Fix workforce problems in environmental health or risk further outbreaks of foodborne disease
- Mark Elliott, president
- Chartered Institute of Environmental Health
Environmental health has a critical role in safeguarding the public against foodborne diseases. The UK’s steady rise of foodborne illnesses in the past two years,1 including the recent outbreak of Escherichia coli, underscores the importance of environmental health teams in ensuring food safety and the urgent need to fix workforce shortages across the profession. Hospital admissions for salmonella, E coli, and campylobacter reached record highs in England in 2023.1 Without timely action to tackle staffing, training, and resourcing shortages in environmental health teams in local authorities, national outbreaks of foodborne disease will continue to rise.
Environmental health professionals are a core part of the public health workforce, but their contributions often go unrecognised, particularly as so much of their work is focused on prevention. They are tasked with ensuring that all the physical environments we work, live, and share with one another are safe—encompassing the air we breathe, the homes we live in, and, crucially, the food we eat.
Environmental health professionals often work directly in businesses to inform their food safety practices or in local authorities to advise, regulate, and enforce legislation—such as the 1990 Food Safety Act.2 They are our first line of defence against foodborne illness, conducting regular inspections of food establishments to assess compliance with hygiene and safety standards. Environmental health professionals regularly take food samples from manufacturers, businesses, and retailers for microbiological testing including tests for E coli bacteria.

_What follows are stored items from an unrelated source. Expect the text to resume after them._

export interface ServerOptions extends Omit<RequestHandlerOptions, 'model'> {
  readonly modelPath: string;
  /** 0 picks any free port. Default 0. */
  readonly port?: number;
  /** Default 127.0.0.1: loopback only, until the caller decides otherwise. */
  readonly host?: string;
  /** Longest a graceful close waits for open connections after the queue has drained. Default 5000 ms. */
  readonly closeTimeoutMs?: number;
  /** Longest wait for a request's headers (a client that connects and sends nothing). Default 10 000 ms. */
  readonly headersTimeoutMs?: number;
  /** Longest wait for a whole request, body included (a client that sends a byte at a time). Default 30 000 ms. */
  readonly requestTimeoutMs?: number;
}

/** Node answers with these statuses on its own when no 'clientError' listener is set; keep them. */
const CLIENT_ERROR_STATUS: Record<string, string> = {
  ERR_HTTP_REQUEST_TIMEOUT: '408 Request Timeout',
  HPE_HEADER_OVERFLOW: '431 Request Header Fields Too Large',
};

export interface RunningServer {
  readonly server: Server;
  readonly handler: TendonRequestHandler;
  readonly host: string;
  readonly port: number;
  /** e.g. http://127.0.0.1:40123 */
  readonly url: string;
  /** Stop accepting, finish what is queued, answer it, release the model. */
  close(): Promise<void>;
}

/**
 * Open a model file and serve it on a `node:http` server.
 * @example
 * const running = await startServer({ modelPath: 'bakery.tendon', port: 0 });
 * console.log(running.url); // http://127.0.0.1:40123
 * await running.close();
 * @throws ModelFileError when the model file cannot be used.
 */
export async function startServer(options: ServerOptions): Promise<RunningServer> {
  const handler = createRequestHandler({ ...options, model: options.modelPath });
  await handler.ready;
  const headersTimeout = options.headersTimeoutMs ?? 10_000;
  // Node enforces both timeouts only when it sweeps its connections (every 30 s by default), so
  // a silent client would hold a socket up to 40 s: sweep every second, or faster for short limits.
  const server = createServer({ connectionsCheckingInterval: Math.max(50, Math.min(1000, Math.floor(headersTimeout / 4))) }, handler);
  // A client that opens a connection and never sends must not hold the process.
  server.requestTimeout = options.requestTimeoutMs ?? 30_000;
  server.headersTimeout = headersTimeout;
  const host = options.host ?? '127.0.0.1';
  try {
    await new Promise<void>((resolve, reject) => {
      server.once('error', reject);
      server.listen(options.port ?? 0, host, () => {
        server.off('error', reject);
        resolve();
      });
    });
  } catch (error) {
    await handler.close();
    throw error;
  }
  server.on('clientError', (error: Error & { code?: string }, socket) => {
    const status = CLIENT_ERROR_STATUS[error.code ?? ''] ?? '400 Bad Request';
    if (socket.writable) socket.end(`HTTP/1.1 ${status}\r\nconnection: close\r\ncontent-length: 0\r\n\r\n`);
    else socket.destroy();
  });
  const port = (server.address() as AddressInfo).port;
  let closing: Promise<void> | null = null;
  return {
    server,
    handler,
    host,
    port,
    url: `http://${host.includes(':') ? `[${host}]` : host}:${port}`,
    close() {
      closing ??= (async () => {
        const stopped = new Promise<void>((resolve) => server.close(() => resolve()));
        server.closeIdleConnections();
        await handler.close();
        server.closeIdleConnections();
        const timer = setTimeout(() => server.closeAllConnections(), options.closeTimeoutMs ?? 5000);
        await stopped;
        clearTimeout(timer);
      })();
      return closing;
    },
  };
}
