/**
 * The contract every layer kind fulfils. One file per kind (dense.ts, batchnorm.ts, dropout.ts)
 * holds its whole story: parameter shapes, validation, initialisation, the tfjs engine forward
 * and backward, and the float64 reference forward and backward. `catalogue.ts` registers them.
 *
 * The reference halves use plain loops over Float64Array and never touch tfjs; the engine halves
 * use tfjs ops only. They share no compute code, so parity between them means something.
 */
import type * as tf from '@tensorflow/tfjs-core';
import type { Problem } from '../../errors.js';
import type { SeededRng } from '../rng.js';
import type { ActivationName, Layer, ParamRef } from '../types.js';
import type { StoredForm } from './fields.js';

/** What every layer document has: its kind's name. The built-in kinds make up `Layer`. */
export interface AnyLayer {
  readonly kind: string;
}

/** A rows x cols float64 matrix, row-major. */
export interface Mat64 {
  readonly rows: number;
  readonly cols: number;
  readonly data: Float64Array;
}

/** Seeded source of uniform numbers in [0, 1), shared so engine and reference draw the same masks. */
export interface Rng {
  next(): number;
}

export interface ForwardContext {
  /** Training mode: dropout masks, batch statistics in batch normalisation. */
  readonly training: boolean;
  /**
   * Dropout keep-mask for `layerIndex`: rows*cols values of 0 or 1/(1-rate). The same call
   * gives the same mask to the engine and the reference within one step.
   */
  dropoutMask(layerIndex: number, rows: number, cols: number, rate: number): Float32Array;
}

/**
 * Statistics of one training batch (batch normalisation): per-feature mean and biased variance.
 * The train loop folds them into the running statistics with the layer's momentum.
 */
export interface BatchStats {
  readonly mean: Float64Array;
  readonly variance: Float64Array;
}

/** How backward reads its incoming gradient. */
export interface BackwardOptions {
  /**
   * The incoming gradient is dLoss/dz on the pre-activation z of a dense layer, not dLoss/dy.
   * Lets a caller hand softmax + cross-entropy's stable `p - t` straight to the last layer.
   * Only dense layers accept it.
   */
  readonly dyIsPreActivation?: boolean;
}

/** Float64 reference forward result; `saved` is whatever backward needs (declared by the kind). */
export interface RefForward {
  readonly y: Mat64;
  readonly saved: unknown;
  /** Dense only: the pre-activation z = x·W + b (the logits of a final layer). */
  readonly z?: Mat64;
  /** Batch normalisation in training mode only: this batch's mean and biased variance. */
  readonly stats?: BatchStats;
}

export interface RefBackward {
  /** dLoss/dInput. */
  readonly dx: Mat64;
  /** dLoss/dParam, one per trainable parameter, in the order of `trainable()`. */
  readonly grads: Float64Array[];
}

export interface EngineForward {
  readonly y: tf.Tensor2D;
  /** Tensors backward needs; the caller disposes them after backward. */
  readonly saved: tf.Tensor[];
  /**
   * Dense in training mode only: the pre-activation z. It is one of the `saved` tensors, so
   * disposing `saved` disposes it.
   */
  readonly z?: tf.Tensor2D;
  /** Batch normalisation in training mode only: this batch's mean and biased variance. */
  readonly stats?: BatchStats;
}

export interface EngineBackward {
  readonly dx: tf.Tensor2D;
  /** One per trainable parameter, in the order of `trainable()`. */
  readonly grads: tf.Tensor[];
}

/**
 * How the fast engine (our own float32 WebAssembly kernel) runs a layer at inference, in the
 * few operations it has: a dense product (bias and activation included), a per-feature affine
 * map y = scale ⊙ x + shift (float64 here, rounded to float32 once), or nothing.
 */
export type SimdInference =
  | {
      readonly op: 'dense';
      readonly weight: Float32Array;
      readonly bias: Float32Array;
      readonly size: number;
      readonly activation: ActivationName;
      readonly alpha: number;
    }
  | { readonly op: 'affine'; readonly scale: Float64Array; readonly shift: Float64Array }
  | { readonly op: 'identity' };

/**
 * How the fast engine trains a layer: a dense product whose weight and bias it reads from
 * `layer` (the optimiser changes them in place), or a dropout mask drawn from the context.
 */
export type SimdTraining =
  | {
      readonly op: 'dense';
      readonly layer: {
        readonly size: number;
        readonly activation: ActivationName;
        readonly alpha: number;
        readonly weight: Float32Array;
        readonly bias: Float32Array;
      };
    }
  | { readonly op: 'mask'; readonly rate: number };

/** A layer kind's part in the fast engine; a null half means that engine refuses it, naming why. */
export interface SimdPart<L extends AnyLayer> {
  readonly inference: ((layer: L) => SimdInference) | { readonly refused: string };
  readonly training: ((layer: L) => SimdTraining) | { readonly refused: string };
}

/** `S` keeps the literal declarations of a built-in kind, from which format/payload.ts types its message. */
export interface LayerKind<L extends AnyLayer = Layer, S extends StoredForm<L> = StoredForm<L>> {
  readonly kind: L['kind'];
  /**
   * Its stored fields, declared once: the codec, the file check, the spec and validation read
   * them (fields.ts), and its output width follows from them (`layerOutputWidth`).
   */
  readonly stored: S;
  /** Every stored tensor of the layer with its shape (for `tendon about` and the tune copies). */
  tensors(layer: L, inputWidth: number, index: number): ParamRef[];
  /** Tensors updated by gradient descent, in a fixed order; gradients come back in this order. */
  trainable(layer: L, inputWidth: number, index: number): ParamRef[];
  /** A deep copy that shares no array with `layer`. */
  clone(layer: L): L;
  /**
   * Starting values for a layer stored without them (a spec for a first tune), or null when it
   * has its values already (or needs none).
   */
  fillEmpty(layer: L, inputWidth: number, rng: SeededRng): L | null;
  /** Its attributes in a few words, for `tendon about` (e.g. "relu", "rate 0.2"). */
  describe(layer: L): string;
  /**
   * Problems with attributes and tensor sizes; `where` is e.g. "layers[2] (dense)". Start from
   * `storedFieldProblems` (the declared rules) and add what a single field cannot say.
   */
  validate(layer: L, inputWidth: number, where: string): Problem[];

  readonly reference: {
    forward(layer: L, x: Mat64, ctx: ForwardContext, index: number): RefForward;
    backward(layer: L, saved: unknown, dy: Mat64, opts?: BackwardOptions): RefBackward;
  };

  readonly engine: {
    /** Upload the layer's tensors once; the engine keeps them for the model's lifetime. */
    upload(layer: L): tf.Tensor[];
    forward(layer: L, weights: tf.Tensor[], x: tf.Tensor2D, ctx: ForwardContext, index: number): EngineForward;
    backward(layer: L, weights: tf.Tensor[], saved: tf.Tensor[], dy: tf.Tensor2D, opts?: BackwardOptions): EngineBackward;
  };

  /** Its part in the fast engine, or why that engine refuses it (at open, naming the layer). */
  readonly simd: SimdPart<L>;
}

Beyond preventing potential risks of foodborne illness, environmental health professionals also seek to investigate local food complaints and deliver enforcement action. This includes seizing products and issuing a formal notice to prevent localised problems from becoming a national or international threat. In the instance of an outbreak like E coli, environmental health professionals and the Food Standards Agency work together with other agencies to issue a food hazard warning and work to investigate and control the outbreak. Environmental health professionals will also identify future preventive measures that the food premises implicated in an outbreak should take and how they can mitigate the risks of future outbreaks.
It’s clear that environmental health professionals are crucial in identifying, preventing, and subsequently tackling outbreaks of foodborne illnesses. But the profession is grappling with a staffing and resourcing crisis that is severely compromising its ability to ensure public safety, resulting in what has been described as a “Russian roulette” of foodborne illnesses in the UK.3
Unsustainable shortages
The 2021 workforce survey by the Chartered Institute of Environmental Health (CIEH) found that over half of local authorities had vacancies in their environmental health teams that were left unfilled for six months or more.4 The vast majority—four of five local authorities—were using agency staff to deliver environmental health services. Supplementing permanent workforce shortages through agencies isn’t only financially unsustainable, costing £20.7m in the 2022-23 financial year,5 it’s also ineffective for delivering statutory environmental health duties that require trained environmental health professionals. A third of respondents to the 2021 survey thought that fundamental environmental health duties were at risk because of resourcing issues.
Beyond the struggle to recruit trained professionals, CIEH’s 2021 workforce survey also found that only half of local authorities had the capacity to train and support a new generation of environmental health professionals.4 These capacity problems are exacerbated by barriers to training and developing current environmental health professionals, with 69% of local authorities anticipating gaps in the skills or knowledge of their environmental health workforce.4
More needs to be done to train, attract, and retain skilled environmental health professionals so that the UK has a sustainable profession that can adequately protect public health. To that end, CIEH has established a Workforce Satellite Panel with representatives from across different sectors to investigate these problems and will report their recommendations later in the year. As president of the CIEH, I have also established a commission to inquire into the capacity and capability of environmental health.
But we can’t make environmental health fit for the future alone. CIEH is calling for wider legislative action to support local authorities’ efforts, such as the introduction of a Mandatory Food Hygiene Rating Scheme. This scheme, which forces premises to disclose their food hygiene practices to consumers, has been found to reduce foodborne related illness in both Wales and Northern Ireland.6 England should follow their lead and make this a legal requirement to encourage businesses to improve their food hygiene practices and to empower the public with knowledge.
The new government should protect public health by adequately funding local authorities’ environmental health teams, with sufficient ringfenced funding for apprentices and trainees. This will help grow the pipeline to environmental health and encourage the next generation of environmental health professionals. The new government should also prioritise additional funding to enhance the capacity of environmental health functions in local authorities. Tackling the funding and workforce challenges across environmental health is vital to ensure the UK’s health is safeguarded.